Problem 12: Request is a replay exceptions in the logs.
Description:
Symptom: The following exception shows up in the logs for one or more of the Hadoop daemons:
2013-02-28 22:49:03,152 INFO ipc.Server (Server.java:doRead(571)) - IPC Server listener on 8020: readAndProcess threw exception javax.security.sasl.SaslException: GSS initiate failed [Caused by GSSException: Failure unspecified at GSS-API level (Mechanism l
javax.security.sasl.SaslException: GSS initiate failed [Caused by GSSException: Failure unspecified at GSS-API level (Mechanism level: Request is a replay (34))]
at com.sun.security.sasl.gsskerb.GssKrb5Server.evaluateResponse(GssKrb5Server.java:159)
at org.apache.hadoop.ipc.Server$Connection.saslReadAndProcess(Server.java:1040)
at org.apache.hadoop.ipc.Server$Connection.readAndProcess(Server.java:1213)
at org.apache.hadoop.ipc.Server$Listener.doRead(Server.java:566)
at org.apache.hadoop.ipc.Server$Listener$Reader.run(Server.java:363)
Caused by: GSSException: Failure unspecified at GSS-API level (Mechanism level: Request is a replay (34))
at sun.security.jgss.krb5.Krb5Context.acceptSecContext(Krb5Context.java:741)
at sun.security.jgss.GSSContextImpl.acceptSecContext(GSSContextImpl.java:323)
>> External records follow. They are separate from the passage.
// A ⊕ A has every level twice; with the rows shuffled the tridiagonal form splits only to
// rounding, unshuffled it splits exactly. A diagonal matrix splits into 1x1 blocks.
#[test]
fn eigensolver_agrees_with_nalgebra_on_degenerate_and_split_matrices() {
    let block = random_symmetric(30, 5);
    let mut doubled = DMatrix::<f64>::zeros(60, 60);
    doubled.view_mut((0, 0), (30, 30)).copy_from(&block);
    doubled.view_mut((30, 30), (30, 30)).copy_from(&block);
    let count = 2 * count_at_a_gap(&block);
    check_eigensolver(&doubled, count, "A+A");
    let perm = common::random_perm(60, 7);
    let shuffled =
        DMatrix::<f64>::from_fn(60, 60, |i, j| doubled[(perm[i] as usize, perm[j] as usize)]);
    check_eigensolver(&shuffled, count, "A+A shuffled");
    let diagonal = DMatrix::<f64>::from_fn(12, 12, |i, j| {
        if i == j {
            [3.0, -1.0, 2.0, -1.0, 0.0, 5.0][i % 6]
        } else {
            0.0
        }
    });
    check_eigensolver(&diagonal, 6, "diagonal");
}

// The Hamiltonian of C60 at its Ih force-field geometry, built here with this file's own
// Slater-Koster blocks: 3-, 4- and 5-fold degenerate levels; 120 levels below the HOMO-LUMO gap.
#[test]
fn eigensolver_agrees_with_nalgebra_on_the_c60_hamiltonian() {
    let x = c60_start();
    let n = 4 * x.len();
    let mut h = DMatrix::<f64>::zeros(n, n);
    for (i, a) in x.iter().enumerate() {
        h[(4 * i, 4 * i)] = E_S;
        for p in 1..4 {
            h[(4 * i + p, 4 * i + p)] = E_P;
        }
        for (j, b) in x.iter().enumerate() {
            let r = distance(*a, *b);
            if i == j || r >= CUTOFF {
                continue;
            }
            let u: [f64; 3] = std::array::from_fn(|k| (b[k] - a[k]) / r);
            let block = slater_koster(u, hopping_scale(r).0);
            for (mu, row) in block.iter().enumerate() {
                for (nu, &v) in row.iter().enumerate() {
                    h[(4 * i + mu, 4 * j + nu)] = v;
                }
            }
        }
    }
    check_eigensolver(&h, 120, "C60");
}

// ---------------------------------------------------------------------------------------------
// Large cages.
// ---------------------------------------------------------------------------------------------

/// Icosahedral C540: the leapfrog of the leapfrog of C60 (each leapfrog triples the atoms and
/// keeps the point group: Fowler & Steer 1987, from memory), the Goldberg cage (3,3).
/// Ignored: about 1 min on one core (about 17 evaluations of a 2160-orbital Hamiltonian, 2-4 s
/// each). Run with
/// `cargo test --release --test energy -- --ignored c540 --nocapture`.
#[test]
#[ignore]
fn c540_relaxes_keeping_its_bonds_between_c60_and_graphene() {
    let cage = c60().leapfrog().leapfrog();
    let canonical = canonical_spiral(&cage).expect("C540 has a spiral");
    assert_eq!(
        symmetry(&cage, &canonical.automorphisms).point_group,
        PointGroup::Ih
    );
    let clock = std::time::Instant::now();
    let relaxed = energy::relax(&cage, 0, Settings::default()).unwrap();
    eprintln!(
        "C540-Ih: {:.1} s, {} iterations, {:.5} eV/atom, gap {:.3} eV",
        clock.elapsed().as_secs_f64(),
        relaxed.iterations,
        relaxed.energy_ev / 540.0,
        relaxed.frontier.gap_ev
    );
    assert!(relaxed.converged && relaxed.graph_kept && !relaxed.perturbed);
    // Flatter than C60, so lower per atom, but still above flat graphene (both computed from the
    // published parameters, domain notes §7).
    let per_atom = relaxed.energy_ev / 540.0;
    assert!(per_atom < -8.0085 && per_atom > -8.407, "{per_atom}");
}

// ---------------------------------------------------------------------------------------------
// Allocation: the workspace and the minimiser allocate up front, not per evaluation or step.
// ---------------------------------------------------------------------------------------------

/// Counts allocations made by the current thread (tests run on several threads at once).
struct CountingAllocator;

thread_local! {
    static ALLOCATIONS: std::cell::Cell<usize> = const { std::cell::Cell::new(0) };
}

unsafe impl std::alloc::GlobalAlloc for CountingAllocator {
    unsafe fn alloc(&self, layout: std::alloc::Layout) -> *mut u8 {
        ALLOCATIONS.with(|c| c.set(c.get() + 1));
        unsafe { std::alloc::System.alloc(layout) }
    }
    unsafe fn dealloc(&self, ptr: *mut u8, layout: std::alloc::Layout) {
        unsafe { std::alloc::System.dealloc(ptr, layout) }
    }
}

#[global_allocator]
static COUNTER: CountingAllocator = CountingAllocator;

fn allocations() -> usize {
    ALLOCATIONS.with(|c| c.get())
}

#[test]
fn an_evaluation_allocates_nothing() {
    let x = distorted_c60();
    let mut evaluator = Evaluator::new(60, -1).unwrap();
    let mut grad = vec![0.0; x.len()];
    // The first evaluation on a thread may let faer's matrix-multiply kernels set up their
    // per-thread packing buffers (one allocation, seen when no other faer call ran here first).
    evaluator.energy_gradient(&x, &mut grad);
    let before = allocations();
    for _ in 0..3 {
        evaluator.energy_gradient(&x, &mut grad);
        evaluator.energy(&x);
    }
    assert_eq!(allocations() - before, 0);
}

#[test]
fn the_minimiser_allocates_the_same_however_many_steps_it_takes() {
    use cagerank::geometry::minimise::{lbfgs, Settings as MinSettings};
    // A stiff quadratic bowl, sum of (i+1) x_i^2: more steps for a tighter threshold.
    let count = |max_force: f64| {
        let mut x = vec![1.0; 30];
        let before = allocations();
        let out = lbfgs(
            &mut x,
            MinSettings {
                max_force,
                memory: 4,
                ..MinSettings::default()
            },
            |p, g| {
                let mut e = 0.0;
                for (i, (v, gi)) in p.iter().zip(g.iter_mut()).enumerate() {
                    e += (i + 1) as f64 * v * v;
                    *gi = 2.0 * (i + 1) as f64 * v;
                }
                e
            },
        );
        (allocations() - before, out.iterations)
    };
    let (loose, few) = count(1e-1);
    let (tight, many) = count(1e-9);
    assert!(many > few + 5, "{few} {many}");
    assert_eq!(loose, tight);
}

#[test]
fn undefined_geometries_give_nan_not_a_panic() {
    let mut evaluator = Evaluator::new(60, 0).unwrap();
    let mut grad = vec![0.0; 180];
    let mut x = distorted_c60();
    x[4] = f64::NAN;
    assert!(evaluator.energy_gradient(&x, &mut grad).is_nan());
    assert!(grad.iter().all(|g| g.is_nan()) && evaluator.parts().band_ev.is_nan());
    let mut x = distorted_c60();
    x.copy_within(0..3, 3);
    assert!(evaluator.energy(&x).is_nan());
    // The workspace is still good afterwards.
    assert!(evaluator.energy(&distorted_c60()).is_finite());
}

// The opt-in parallel eigensolver changes rounding only (common practice, no source: the same
// backward-stable algorithm with another summation order).
#[test]
fn the_parallel_eigensolver_agrees_with_the_sequential_one() {
    let x = distorted_c60();
    let mut evaluator = Evaluator::new(60, -1).unwrap();
    let mut grad = vec![0.0; x.len()];
    let sequential = evaluator.energy_gradient(&x, &mut grad);
    let sequential_grad = grad.clone();
    evaluator.set_threads(2);
    let parallel = evaluator.energy_gradient(&x, &mut grad);
    assert!((parallel - sequential).abs() < 1e-9 * sequential.abs());
    let worst = grad
        .iter()
        .zip(&sequential_grad)
        .map(|(a, b)| (a - b).abs())
        .fold(0.0, f64::max);
    assert!(worst < 1e-8, "{worst}");
}

// Every fullerene isomer C20-C36 (OEIS A007894: 1+0+1+1+2+3+6+6+15 = 35 cages), neutral and
// as the anion (odd, often a partly filled degenerate level), relaxes to convergence and keeps
// its bond graph: fullerenes are local minima of carbon potentials (common practice, no
// source), so a failure here is a bug in the forces, the filling or the saddle handling.
#[test]
fn every_small_fullerene_relaxes_and_keeps_its_bonds_neutral_and_as_anion() {
    use cagerank::enumerate::{enumerate, Options};
    let mut checked = 0;
    for atoms in (20..=36).step_by(2).filter(|&n| n != 22) {
        let spec = Spec::fullerene(atoms, false).unwrap();
        let mut isomers = Vec::new();
        enumerate(
            &spec,
            &Options::default(),
            |_, _| {},
            |iso| isomers.push(iso.spiral),
        )
        .unwrap();
        for spiral in isomers {
            let cage = spiral.to_cage();
            for charge in [0, -1] {
                let r = energy::relax(&cage, charge, Settings::default()).unwrap();
                assert!(
                    r.converged && r.graph_kept,
                    "C{atoms} {spiral} Q {charge}: {r:?}"
                );
                checked += 1;
            }
        }
    }
    assert_eq!(checked, 2 * 35);
}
at sun.security.jgss.GSSContextImpl.acceptSecContext(GSSContextImpl.java:267)
at com.sun.security.sasl.gsskerb.GssKrb5Server.evaluateResponse(GssKrb5Server.java:137)
... 4 more
Caused by: KrbException: Request is a replay (34)
at sun.security.krb5.KrbApReq.authenticate(KrbApReq.java:300)
at sun.security.krb5.KrbApReq.<init>(KrbApReq.java:134)
at sun.security.jgss.krb5.InitSecContextToken.<init>(InitSecContextToken.java:79)
at sun.security.jgss.krb5.Krb5Context.acceptSecContext(Krb5Context.java:724)
... 7 more
In addition, this problem can manifest itself as performance issues for all clients in the cluster, including dropped connections, timeouts attempting to make RPC calls, and so on.
Likely causes:
- Multiple services in the cluster are using the same kerberos principal. All secure clients that run on multiple machines should use unique kerberos principals for each machine. For example, rather than connecting as a service principal myservice@EXAMPLE.COM, services should have per-host principals such as myservice/host123.example.com@EXAMPLE.COM.
- Clocks not in synch: All hosts should run NTP so that clocks are kept in synch between clients and servers.